Among the lines of the data below, count those that hold the word "transistors". Answer with the number alone.

BEGIN

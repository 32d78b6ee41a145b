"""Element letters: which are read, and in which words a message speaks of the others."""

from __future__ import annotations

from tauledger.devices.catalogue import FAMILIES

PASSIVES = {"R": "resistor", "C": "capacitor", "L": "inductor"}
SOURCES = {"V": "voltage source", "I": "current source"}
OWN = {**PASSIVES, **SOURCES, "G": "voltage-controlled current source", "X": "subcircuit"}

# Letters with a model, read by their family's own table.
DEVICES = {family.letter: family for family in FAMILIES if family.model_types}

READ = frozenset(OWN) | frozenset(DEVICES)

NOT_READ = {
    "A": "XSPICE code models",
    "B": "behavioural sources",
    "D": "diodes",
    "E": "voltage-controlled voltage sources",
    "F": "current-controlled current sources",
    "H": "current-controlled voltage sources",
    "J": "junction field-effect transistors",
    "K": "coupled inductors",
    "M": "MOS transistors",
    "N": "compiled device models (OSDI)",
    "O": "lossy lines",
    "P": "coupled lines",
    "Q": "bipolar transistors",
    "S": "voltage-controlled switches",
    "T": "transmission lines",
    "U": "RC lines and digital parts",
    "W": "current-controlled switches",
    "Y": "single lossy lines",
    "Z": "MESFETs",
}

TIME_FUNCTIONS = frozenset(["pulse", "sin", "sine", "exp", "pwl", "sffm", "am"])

END
BEGIN

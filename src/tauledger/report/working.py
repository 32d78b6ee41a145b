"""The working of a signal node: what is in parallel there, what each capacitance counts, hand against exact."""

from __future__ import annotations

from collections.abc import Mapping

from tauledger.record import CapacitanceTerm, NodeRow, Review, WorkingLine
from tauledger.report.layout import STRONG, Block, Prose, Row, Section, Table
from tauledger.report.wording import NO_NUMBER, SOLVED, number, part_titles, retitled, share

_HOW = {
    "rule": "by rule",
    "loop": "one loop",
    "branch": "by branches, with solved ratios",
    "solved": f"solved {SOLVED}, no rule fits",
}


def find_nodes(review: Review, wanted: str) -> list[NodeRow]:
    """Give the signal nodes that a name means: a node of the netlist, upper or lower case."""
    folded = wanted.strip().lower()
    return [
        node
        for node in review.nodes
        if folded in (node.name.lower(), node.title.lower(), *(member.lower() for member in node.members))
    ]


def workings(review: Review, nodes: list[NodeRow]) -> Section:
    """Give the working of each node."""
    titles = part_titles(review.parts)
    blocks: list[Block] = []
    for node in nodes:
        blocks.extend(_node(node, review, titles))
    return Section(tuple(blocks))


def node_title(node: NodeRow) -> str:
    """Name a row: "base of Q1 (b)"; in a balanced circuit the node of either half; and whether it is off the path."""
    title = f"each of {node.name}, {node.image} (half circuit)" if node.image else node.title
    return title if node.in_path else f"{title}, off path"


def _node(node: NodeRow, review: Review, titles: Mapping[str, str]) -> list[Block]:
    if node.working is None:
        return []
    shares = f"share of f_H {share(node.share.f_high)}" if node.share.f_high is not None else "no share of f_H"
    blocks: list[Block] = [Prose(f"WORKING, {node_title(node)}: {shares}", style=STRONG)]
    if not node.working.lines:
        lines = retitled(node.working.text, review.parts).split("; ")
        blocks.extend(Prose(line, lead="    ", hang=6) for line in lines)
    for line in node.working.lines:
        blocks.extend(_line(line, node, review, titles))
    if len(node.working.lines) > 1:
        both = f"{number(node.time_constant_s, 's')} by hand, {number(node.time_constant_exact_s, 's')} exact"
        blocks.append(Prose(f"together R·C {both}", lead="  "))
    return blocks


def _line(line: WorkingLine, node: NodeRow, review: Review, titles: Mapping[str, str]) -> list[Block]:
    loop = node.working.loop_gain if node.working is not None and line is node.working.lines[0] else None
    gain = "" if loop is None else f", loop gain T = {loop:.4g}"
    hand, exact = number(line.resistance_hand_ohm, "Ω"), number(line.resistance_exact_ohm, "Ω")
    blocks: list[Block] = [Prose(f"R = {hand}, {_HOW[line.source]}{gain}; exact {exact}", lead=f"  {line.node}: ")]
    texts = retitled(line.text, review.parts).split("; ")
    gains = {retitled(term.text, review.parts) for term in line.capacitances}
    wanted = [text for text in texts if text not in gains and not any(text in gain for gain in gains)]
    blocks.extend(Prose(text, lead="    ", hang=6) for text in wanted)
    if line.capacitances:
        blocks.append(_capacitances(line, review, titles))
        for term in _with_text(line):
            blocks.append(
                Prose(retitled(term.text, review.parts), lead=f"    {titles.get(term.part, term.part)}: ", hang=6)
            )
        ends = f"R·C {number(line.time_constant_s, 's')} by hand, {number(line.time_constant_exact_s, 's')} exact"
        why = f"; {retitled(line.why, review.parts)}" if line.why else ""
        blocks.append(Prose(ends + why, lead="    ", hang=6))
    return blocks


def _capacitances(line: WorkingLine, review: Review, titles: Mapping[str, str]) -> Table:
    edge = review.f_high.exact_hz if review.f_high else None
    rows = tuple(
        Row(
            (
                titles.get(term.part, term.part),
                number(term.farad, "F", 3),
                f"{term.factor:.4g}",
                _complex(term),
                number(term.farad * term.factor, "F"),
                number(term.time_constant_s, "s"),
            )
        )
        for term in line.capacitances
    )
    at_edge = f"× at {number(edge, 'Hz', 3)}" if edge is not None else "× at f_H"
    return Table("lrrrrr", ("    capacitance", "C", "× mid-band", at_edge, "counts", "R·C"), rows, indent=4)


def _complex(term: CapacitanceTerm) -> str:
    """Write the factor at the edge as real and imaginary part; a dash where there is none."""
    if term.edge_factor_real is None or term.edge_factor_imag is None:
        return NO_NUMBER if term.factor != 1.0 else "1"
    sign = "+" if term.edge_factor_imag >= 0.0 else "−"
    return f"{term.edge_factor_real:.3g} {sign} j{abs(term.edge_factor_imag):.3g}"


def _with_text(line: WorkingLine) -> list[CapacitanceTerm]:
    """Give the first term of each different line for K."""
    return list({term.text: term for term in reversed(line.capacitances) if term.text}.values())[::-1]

END

### Result for this exercise
3